Léo Pinheiro foi sentenciado por um crime de corrupção passiva em razão do ‘pagamento de vantagem indevida a agentes do Partido dos Trabalhadores, entre eles o ex-presidente Luiz Inácio Lula da Silva, em decorrência do contrato do Consórcio CONEST/RNEST com a Petrobrás’ e por um crime de lavagem de dinheiro por supostamente ocultar e dissimular ‘a titularidade do apartamento 164-A, triplex, e do beneficiário das reformas realizadas’.

Ao condenar o empresário, Moro levou em consideração a colaboração do empresário, mas ponderou sobre a demora dele para confessar seus crimes.

“Observo que, considerando os processos no âmbito da assim denominada Operação Lavajato, a colaboração de José Adelmário Pinheiro Filho foi tardia, quando o esquema criminoso já havia sido revelado por outros”, anota o magistrado.

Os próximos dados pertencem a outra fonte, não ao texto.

Bounds (time and memory do not grow with the session beyond one pass)
---------------------------------------------------------------------
* the search works on ``SEARCH_CONTACTS`` (8) contacts well spread over time and
  bodies, with at most ``MAX_ANCHORS`` (4) anchor pairs (6 when there are 4
  contacts or fewer): at most 4 x 2 m^2 intersection seeds + 8 m + 1 DR seeds
  (m images), each screened on at most 6 contacts;
* refinement and ranking use ``REFINE_CONTACTS`` (24) contacts (the search
  contacts and others spread among the rest): at most 2 x ``KEEP`` (32) seeds
  refined on the search contacts, 16 of them on all 24, at most
  ``MAX_HYPOTHESES`` (6) carried to the end;
* every other contact is read at the most probable hypothesis with the forward
  model (once: its sextant altitude there gives the image and the residual),
  and at the others until they fall e^-8 below it: O(n) time; memory n bytes
  and n floats per carried hypothesis and an array of labels (the almanac
  cache holds ``CACHE_PLACES`` instants);
* the tables (geographical position, run, Ho of every image) of the refinement
  contacts are ``array('d')`` columns (Ho one small array per contact: a
  fragmented heap finds those), 24 x (m + 9) numbers; the seeds are streamed,
  never stored.  ``coop.tick()`` is called at each anchor image pair, each
  refinement step and each evaluation of the forward model.

Measured (``python -m bench identify``): the search and refinement cost about
1 000 ticks (``engine.coop.ticks``) whatever the size, and each further contact
about 1.3 ticks and 120 bytes (CPython) more (``tests/test_identify_bounds.py``).

Table model (for the search and refinement only; the fix uses THE forward
model): Hc of the body's centre by the spherical formula from the almanac's
GHA and declination at t_k, Ho(k, a) from the corrections without the Earth's
flattening term (below 0.2' for the Moon).
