def test_state_directory_problems_name_the_directory(tmp_path):
    from device.sim import SimError
    f = tmp_path / "file"
    f.write_text("x")
    with pytest.raises(SimError, match="state directory .*file"):
        VirtualTimer(contacts=[], state_dir=str(f))
    with pytest.raises(SimError, match="session file .*none.json not found"):
        VirtualTimer(session=str(tmp_path / "none.json"))


# -- the host understands what the timer now writes ----------------------------------------------------

def test_sync_gives_the_archives_contacts_their_late_stamps(tmp_path):
    from host import archive, sync
    from host.timer_client import TimerClient
    t0 = T
    cs = [(t0 + 10000000, "sun", "lower"), (t0 + 20500000, "sun", "lower"), (t0 + 90000000, "sun", "lower")]
    vt = VirtualTimer(contacts=cs, start_us=t0, first_fix_us=t0 + 60000000)
    vt.advance_to(t0 + 40000000)                   # synced once before the clock had time
    conn = archive.connect(str(tmp_path / "a.sqlite3"))
    sync.sync(TimerClient(vt.loopback()), conn, progress=False)
    rows = archive.contacts(conn)
    assert [r["quality"] for r in rows] == ["none", "none"]
    vt.run_contacts()
    res = sync.sync(TimerClient(vt.loopback()), conn, progress=False)
    assert res["new"] == 3                         # two stamps and the third contact
    rows = sorted(archive.contacts(conn), key=lambda r: r["seq"])
    assert [(r["seq"], r["quality"]) for r in rows] == [(1, "holdover"), (2, "holdover"), (5, "locked")]
    for r, (t, _, _) in zip(rows, cs):
        assert abs(r["utc_us"] - t) <= max(r["uncertainty_us"], 1000) and r["uncertainty_us"] < 5000
    stamps = conn.execute("SELECT seq, payload FROM events WHERE kind='stamp' ORDER BY seq").fetchall()
    assert [s[0] for s in stamps] == [3, 4] and '"stamps_seq": 1' in stamps[0][1]
    with archive.transaction(conn):
        assert archive.apply_stamps(conn, vt.device_id) == 0          # idempotent


def test_sync_takes_every_intact_record_around_a_damaged_one(tmp_path):
    from host import archive, sync
    from host.timer_client import TimerClient
    cs = presses(12, step_us=3000000)
    vt = VirtualTimer(contacts=cs, ticks_period=P22)
    vt.run_contacts()
    vt.base_store.files["log.bin.00000001"][33 * 5 + 9] ^= 0x40          # seq 6 damaged on flash
    vt.fw.log.open()                                                      # as at the next start-up
    conn = archive.connect(str(tmp_path / "a.sqlite3"))
    res = sync.sync(TimerClient(vt.loopback()), conn, progress=False)
    seqs = [r["seq"] for r in sorted(archive.contacts(conn), key=lambda r: r["seq"])]
    assert seqs == [1, 2, 3, 4, 5, 7, 8, 9, 10, 11, 12] and res["last_seq"] == 12
    assert vt.fw.log.confirmed_seq == 12 and vt.fw.log.records() == []


def test_a_file_too_big_for_the_flash_is_refused_and_the_timer_goes_on():
    from host.timer_client import TimerClient, DeviceRefused
    cs = presses(2, T + 60000000)
    vt = VirtualTimer(contacts=cs, start_us=T, storage_bytes=4000)
    vt.advance_to(T + 10000000)
    c = TimerClient(vt.loopback(faults=0.0))
    with pytest.raises(DeviceRefused) as e:
        c.push_file("almanac", bytes(range(256)) * 40)        # 10 KB into a 4 KB flash
    assert "storage: [Errno 28]" in str(e.value)
    assert vt.base_store.size("slot_almanac.part") < 0          # the partial file is gone
    vt.run_contacts()
    assert len(contacts_of(vt)) == 2 and c.status()["storage"]["error"] is None
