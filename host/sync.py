"""Sync: pull a timer's log into the archive, resumably and idempotently; push files to it.

The order of operations is what makes it safe::

    the archive opens for writing: a limbclock archive, writable, PRAGMA quick_check clean
    handshake (protocol version 2)        -> device id, log identity (log_id, origin_seq), base/next seq
    from = the first record the timer still holds (base_seq)
    loop: read a batch from the timer     (CRC-checked end to end by the client)
          store it in ONE SQLite transaction (records, their 33 bytes, gaps), COMMIT (synchronous=FULL)
          every ACK_EVERY records and at the end:
             a fresh read-only connection: PRAGMA quick_check, then the CRC-32 of the records
             of the range AS READ BACK FROM THE FILE
             ACK(log_id, base_seq, last_seq, crc): the timer compares it with its own records
             and only then reclaims them

Records are keyed on (device, log identity, seq): a log created again (reflash,
new file) has a new identity, so its sequence numbers 1, 2, ... are new records,
never taken for old ones.  Reading always starts at the timer's first held
record: what the archive already holds comes back as duplicates (compared, not
stored twice), so a sync killed between COMMIT and ACK is completed by the next
one.  A kill, a pulled cable or a power cut at any point leaves whole batches in
the archive and the timer holding everything not proven stored.  A damaged
archive is refused before anything is acknowledged; a refused ACK (the timer's
records differ from what the archive holds) stops the sync with the records
kept on the timer.

Seqs the timer skips inside what it returns (records damaged on its flash) are
noted in the archive (``log_gaps``) and reported as ``missing_on_timer``, never
invented.  Records of this log confirmed to another archive before this one saw
them are counted in ``not_on_timer``.

Serial transport, framing and retries are ``host.timer_client``'s; records are
``device.log.Record`` objects, turned into the archive's plain dicts by
``record_dict``.
"""
import sys
import time

from host import archive

PROGRESS_MIN_RECORDS = 200    # show a progress bar from this many records to fetch ...
PROGRESS_AFTER_S = 2.0        # ... or once a transfer has taken this long (a poor link)
ACK_EVERY = 240               # acknowledge (with its integrity check and proof) at least every this many records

O juiz da Lava Jato ainda afirmou considerar, nos autos, ‘a elevada culpabilidade do condenado, o papel relevante dele no esquema criminoso, a colaboração tardia, a consistência do depoimento com as provas documentais dos autos’, e ‘a relevância do depoimento’ de Léo Pinheiro para o processo.

O empreiteiro já foi condenado em outros processos na Lava Jato.

Moro determinou que a concessão de benefícios de colaborador a Pinheiro seja ‘condicionada à continuidade da colaboração, apenas com a verdade dos fatos em todos os outros casos criminais em que o condenado for chamado a depor’.